Now the code is divided into functional functions. There are three signs of this. The first - there are no shared variables. time and car_positions are passed directly to race (). The second is that functions take parameters. Third - variables do not change inside functions, all values ​​are returned. Each time run_step_of_race () takes the next step, it is passed again to the next.

Here are two functions zero () and one ():

def zero(s):
    if s[0] == "0":
        return s[1:]
def one(s):
    if s[0] == "1":
        return s[1:]


zero () takes a string s. If the first character is 0, then returns the rest of the string. If not, then None. one () does the same if the first character is 1.

Imagine the rule_sequence () function. It takes a string and a list of rule functions, consisting of zero and one functions. It invokes the first rule, passing it a string. If None is not returned, then it takes the returned value and calls the next rule. Etc. If None is returned, rule_sequence () stops and returns None. Otherwise, the meaning of the last rule.

Examples of input and output data:

print rule_sequence('0101', [zero, one, zero])
# => 1
print rule_sequence('0101', [zero, zero])
# => None


Imperative version of rule_sequence ():

def rule_sequence(s, rules):
    for rule in rules:
        s = rule(s)
        if s == None:
            break
    return s


Exercise 3 . This code uses a loop.

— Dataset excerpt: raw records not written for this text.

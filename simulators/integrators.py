"""Fixed-step integrators for the simulated plants, vectorised over a leading batch axis.

Every step function takes the state ``x`` of shape (B, m) (B independent systems side by side) and the
derivative ``f(t, x) -> (B, m)``; nothing loops over the batch.

Symbols
-------
t : float, time [s]
h : float, step [s]
x : (B, m) state; for the second-order forms ``q`` (B, n) positions and ``v`` (B, n) velocities
f : callable ``f(t, x) -> xdot`` (B, m); ``a(t, q, v) -> vdot`` (B, n) for the second-order forms

Methods and their global order of accuracy (Hairer, Norsett, Wanner, *Solving Ordinary Differential
Equations I*, 2nd ed., 1993, Sec. II.1, Table 1.2 (classical Runge-Kutta, order 4) and eq. (1.5) (Heun, order 2);
semi-implicit (symplectic) Euler: Hairer, Lubich, Wanner, *Geometric Numerical Integration*, 2nd ed., 2006,
Sec. I.1.2, order 1):

========================  =====  ============================  ===============================
method                    order  derivative calls per step     note
========================  =====  ============================  ===============================
``Method.RK4``            4      4                             classical Runge-Kutta
``Method.HEUN``           2      2                             explicit trapezoidal rule (RK2)
``Method.SYMPLECTIC``     1      1                             v first, then q with the new v
========================  =====  ============================  ===============================

Exact discretisations of the fast linear parts (used at the internal rate instead of a Runge-Kutta step):

``lag_factor(time_constant_s, h)``
    ``alpha = exp(-h / T)``: a first-order lag ``T y' + y = u`` with ``u`` held over the step gives
    ``y_{k+1} = u + (y_k - u) alpha`` (zero-order-hold discretisation; Franklin, Powell, Workman,
    *Digital Control of Dynamic Systems*, 3rd ed., 1998, eq. (4.59)).
"""

from __future__ import annotations

import enum
from collections.abc import Callable

import numpy as np
from numpy.typing import NDArray

from shadow.errors import ShapeError

Array = NDArray[np.float64]
Derivative = Callable[[float, Array], Array]
Acceleration = Callable[[float, Array, Array], Array]


class Method(enum.Enum):
    """Fixed-step integration method; the value is the method's global order."""

    RK4 = 4
    HEUN = 2
    SYMPLECTIC = 1

    @property
    def order(self) -> int:
        """Global order of accuracy p: the error falls like h**p."""
        return int(self.value)


def rk4_step(f: Derivative, t: float, x: Array, h: float) -> Array:
    """One classical Runge-Kutta step (Hairer-Norsett-Wanner 1993, Table II.1.2). x: (B, m) -> (B, m)."""
    k1 = f(t, x)  # k1 = f(t, x)
    k2 = f(t + 0.5 * h, x + 0.5 * h * k1)  # k2 = f(t + h/2, x + h/2 k1)
    k3 = f(t + 0.5 * h, x + 0.5 * h * k2)  # k3 = f(t + h/2, x + h/2 k2)
    k4 = f(t + h, x + h * k3)  # k4 = f(t + h, x + h k3)
    return x + (h / 6.0) * (k1 + 2.0 * k2 + 2.0 * k3 + k4)  # x + h/6 (k1 + 2 k2 + 2 k3 + k4)


def heun_step(f: Derivative, t: float, x: Array, h: float) -> Array:
    """One Heun (explicit trapezoidal, RK2) step (Hairer-Norsett-Wanner 1993, eq. II.1.5). x: (B, m)."""
    k1 = f(t, x)
    k2 = f(t + h, x + h * k1)  # predictor with an Euler step
    return x + 0.5 * h * (k1 + k2)  # trapezoidal corrector


def symplectic_euler_step(a: Acceleration, t: float, q: Array, v: Array, h: float) -> tuple[Array, Array]:
    """One semi-implicit Euler step for q' = v, v' = a(t, q, v) (Hairer-Lubich-Wanner 2006, Sec. I.1.2).

    ``v_{k+1} = v_k + h a(t_k, q_k, v_k)``, then ``q_{k+1} = q_k + h v_{k+1}``. q, v: (B, n).
    """
    v_next = v + h * a(t, q, v)
    return q + h * v_next, v_next


def second_order_derivative(a: Acceleration, n: int) -> Derivative:
    """Wrap ``a(t, q, v)`` as a first-order derivative of ``x = [q, v]`` (B, 2n) for the Runge-Kutta steps."""

    def f(t: float, x: Array) -> Array:
        q, v = x[:, :n], x[:, n:]
        return np.concatenate([v, a(t, q, v)], axis=1)

    return f


def integrate(
    a: Acceleration,
    q0: Array,
    v0: Array,
    *,
    t0_s: float,
    step_s: float,
    n_steps: int,
    method: Method = Method.RK4,
) -> tuple[Array, Array]:
    """Integrate q'' = a(t, q, q') over ``n_steps`` fixed steps; returns (q, v) of shape (n_steps + 1, B, n).

    Parameters
    ----------
    a : callable ``a(t, q, v) -> (B, n)``
    q0, v0 : (B, n) initial positions and velocities
    t0_s, step_s : start time and fixed step [s]
    n_steps : number of steps
    method : :class:`Method`

    Raises
    ------
    ShapeError
        if q0 and v0 differ in shape or are not two-dimensional.
    """
    q = np.asarray(q0, dtype=float)
    v = np.asarray(v0, dtype=float)
    if q.ndim != 2 or q.shape != v.shape:
        raise ShapeError(f"q0, v0: expected equal shapes (B, n), got {q.shape} and {v.shape}")
    n = q.shape[1]
    qs = np.empty((n_steps + 1, *q.shape))
    vs = np.empty_like(qs)
    qs[0], vs[0] = q, v
    f = second_order_derivative(a, n)
    x = np.concatenate([q, v], axis=1)
    for k in range(n_steps):  # time stepping is sequential; the batch axis is vectorised
        t = t0_s + k * step_s
        if method is Method.SYMPLECTIC:
            q, v = symplectic_euler_step(a, t, q, v, step_s)
        else:
            x = rk4_step(f, t, x, step_s) if method is Method.RK4 else heun_step(f, t, x, step_s)
            q, v = x[:, :n], x[:, n:]
        qs[k + 1], vs[k + 1] = q, v
    return qs, vs


def lag_factor(time_constant_s: Array | float, step_s: float) -> Array:
    """alpha = exp(-h / T) of the zero-order-hold first-order lag (Franklin-Powell-Workman 1998, eq. 4.59)."""
    return np.exp(-step_s / np.asarray(time_constant_s, dtype=float))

Rewrite it declaratively using recursion.

My decision:
def rule_sequence(s, rules):
    if s == None or not rules:
        return s
    else:
        return rule_sequence(rules[0](s), rules[1:])



Use pipelines


Now we rewrite the other kind of cycles using a technique called a pipeline.

The next cycle changes the dictionaries containing the name, the wrong country of origin and the status of some groups.

bands = [{'name': 'sunset rubdown', 'country': 'UK', 'active': False},
         {'name': 'women', 'country': 'Germany', 'active': False},
         {'name': 'a silver mt. zion', 'country': 'Spain', 'active': True}]
def format_bands(bands):
    for band in bands:
        band['country'] = 'Canada'
        band['name'] = band['name'].replace('.', '')
        band['name'] = band['name'].title()
format_bands(bands)
print bands
# => [{'name': 'Sunset Rubdown', 'active': False, 'country': 'Canada'},
#     {'name': 'Women', 'active': False, 'country': 'Canada' },
#     {'name': 'A Silver Mt Zion', 'active': True, 'country': 'Canada'}]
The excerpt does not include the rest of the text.